Work instructions -> Your answer should be one number: the count of lines in the records that include the word "setText".

Extracted material ->
<<<<

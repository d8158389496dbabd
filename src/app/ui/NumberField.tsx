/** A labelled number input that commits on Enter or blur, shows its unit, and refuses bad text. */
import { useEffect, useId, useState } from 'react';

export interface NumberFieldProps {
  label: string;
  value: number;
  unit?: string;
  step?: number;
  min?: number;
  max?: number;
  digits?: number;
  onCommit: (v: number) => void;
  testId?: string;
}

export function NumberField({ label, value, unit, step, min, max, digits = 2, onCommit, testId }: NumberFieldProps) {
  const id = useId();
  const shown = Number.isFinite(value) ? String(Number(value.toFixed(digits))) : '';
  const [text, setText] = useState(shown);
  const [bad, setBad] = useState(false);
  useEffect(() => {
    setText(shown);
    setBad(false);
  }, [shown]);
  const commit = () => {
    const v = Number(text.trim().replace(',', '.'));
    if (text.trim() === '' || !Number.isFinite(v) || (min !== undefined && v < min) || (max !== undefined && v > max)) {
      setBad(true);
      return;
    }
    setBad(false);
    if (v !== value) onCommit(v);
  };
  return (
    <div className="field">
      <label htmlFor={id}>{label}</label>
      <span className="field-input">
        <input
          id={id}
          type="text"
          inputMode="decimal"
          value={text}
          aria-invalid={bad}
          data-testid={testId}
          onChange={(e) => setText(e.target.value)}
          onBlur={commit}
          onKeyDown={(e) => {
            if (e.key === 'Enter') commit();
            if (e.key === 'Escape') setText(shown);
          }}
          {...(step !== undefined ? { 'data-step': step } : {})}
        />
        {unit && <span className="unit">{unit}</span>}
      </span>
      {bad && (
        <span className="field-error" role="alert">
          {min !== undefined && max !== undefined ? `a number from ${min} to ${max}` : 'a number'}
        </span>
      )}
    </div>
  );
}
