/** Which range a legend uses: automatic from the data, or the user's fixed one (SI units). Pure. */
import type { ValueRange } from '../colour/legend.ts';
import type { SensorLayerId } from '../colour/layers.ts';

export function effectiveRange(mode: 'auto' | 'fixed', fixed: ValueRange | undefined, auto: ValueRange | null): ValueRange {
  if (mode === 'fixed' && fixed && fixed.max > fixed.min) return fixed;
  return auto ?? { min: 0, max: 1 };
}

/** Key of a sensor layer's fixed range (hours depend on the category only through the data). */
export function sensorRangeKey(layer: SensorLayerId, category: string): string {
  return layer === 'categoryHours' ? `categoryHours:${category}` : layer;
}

>>>>
<<<<

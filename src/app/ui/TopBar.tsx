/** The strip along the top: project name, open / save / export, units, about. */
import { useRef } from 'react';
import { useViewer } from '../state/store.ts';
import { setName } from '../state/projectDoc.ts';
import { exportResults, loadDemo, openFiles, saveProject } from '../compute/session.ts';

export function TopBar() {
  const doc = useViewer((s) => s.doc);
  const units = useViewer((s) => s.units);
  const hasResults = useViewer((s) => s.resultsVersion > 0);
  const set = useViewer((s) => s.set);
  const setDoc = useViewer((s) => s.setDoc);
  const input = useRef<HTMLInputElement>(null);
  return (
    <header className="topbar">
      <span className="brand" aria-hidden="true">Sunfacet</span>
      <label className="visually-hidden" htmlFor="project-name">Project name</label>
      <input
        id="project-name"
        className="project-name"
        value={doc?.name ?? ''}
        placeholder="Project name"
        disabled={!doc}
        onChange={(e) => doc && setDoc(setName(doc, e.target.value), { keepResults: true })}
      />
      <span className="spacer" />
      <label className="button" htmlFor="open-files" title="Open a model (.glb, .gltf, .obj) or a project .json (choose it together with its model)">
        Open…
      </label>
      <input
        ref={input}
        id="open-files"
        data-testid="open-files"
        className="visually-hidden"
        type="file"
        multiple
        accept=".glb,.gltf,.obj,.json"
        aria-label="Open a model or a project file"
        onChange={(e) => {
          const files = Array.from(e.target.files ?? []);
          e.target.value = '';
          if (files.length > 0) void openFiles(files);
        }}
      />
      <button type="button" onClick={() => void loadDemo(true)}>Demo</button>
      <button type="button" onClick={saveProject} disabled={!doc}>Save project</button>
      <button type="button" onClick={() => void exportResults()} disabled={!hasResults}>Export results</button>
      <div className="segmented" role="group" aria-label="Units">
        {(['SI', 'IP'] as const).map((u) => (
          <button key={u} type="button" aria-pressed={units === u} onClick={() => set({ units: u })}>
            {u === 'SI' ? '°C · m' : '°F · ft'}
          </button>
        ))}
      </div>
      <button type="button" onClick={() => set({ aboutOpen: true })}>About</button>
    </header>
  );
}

>>>>
<<<<

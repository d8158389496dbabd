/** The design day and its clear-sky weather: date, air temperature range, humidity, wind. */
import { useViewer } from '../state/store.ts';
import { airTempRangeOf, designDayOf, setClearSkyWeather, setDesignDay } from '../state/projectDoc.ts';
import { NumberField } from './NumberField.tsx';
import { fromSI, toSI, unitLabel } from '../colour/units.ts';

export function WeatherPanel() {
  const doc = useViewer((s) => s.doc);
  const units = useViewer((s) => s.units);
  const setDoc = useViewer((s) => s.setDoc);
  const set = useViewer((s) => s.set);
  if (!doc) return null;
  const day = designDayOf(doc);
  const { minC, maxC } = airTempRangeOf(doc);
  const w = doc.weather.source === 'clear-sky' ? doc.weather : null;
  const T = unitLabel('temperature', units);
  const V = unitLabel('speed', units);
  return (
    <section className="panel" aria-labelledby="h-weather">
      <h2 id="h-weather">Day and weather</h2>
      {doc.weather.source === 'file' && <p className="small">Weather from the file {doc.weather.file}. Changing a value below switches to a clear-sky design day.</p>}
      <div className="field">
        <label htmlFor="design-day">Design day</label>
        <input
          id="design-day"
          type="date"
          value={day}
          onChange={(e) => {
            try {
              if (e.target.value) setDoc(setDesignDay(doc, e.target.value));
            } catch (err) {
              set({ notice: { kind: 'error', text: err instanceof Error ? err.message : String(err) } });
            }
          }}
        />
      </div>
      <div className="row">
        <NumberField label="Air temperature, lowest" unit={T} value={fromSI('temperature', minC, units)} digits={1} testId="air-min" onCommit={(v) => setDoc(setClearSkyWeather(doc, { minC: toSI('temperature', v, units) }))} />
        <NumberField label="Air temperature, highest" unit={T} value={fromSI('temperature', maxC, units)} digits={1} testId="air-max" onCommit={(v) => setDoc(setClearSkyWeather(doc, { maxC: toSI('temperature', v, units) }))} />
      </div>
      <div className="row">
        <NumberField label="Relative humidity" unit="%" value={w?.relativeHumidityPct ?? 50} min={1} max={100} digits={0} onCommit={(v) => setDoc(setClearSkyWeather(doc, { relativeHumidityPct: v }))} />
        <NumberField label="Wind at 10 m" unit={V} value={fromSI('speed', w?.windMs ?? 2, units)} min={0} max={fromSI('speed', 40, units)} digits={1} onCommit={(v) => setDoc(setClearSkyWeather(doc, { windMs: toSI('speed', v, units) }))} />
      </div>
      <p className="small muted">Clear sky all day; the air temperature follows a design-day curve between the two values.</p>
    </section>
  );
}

>>>>

Solved exercise -> 4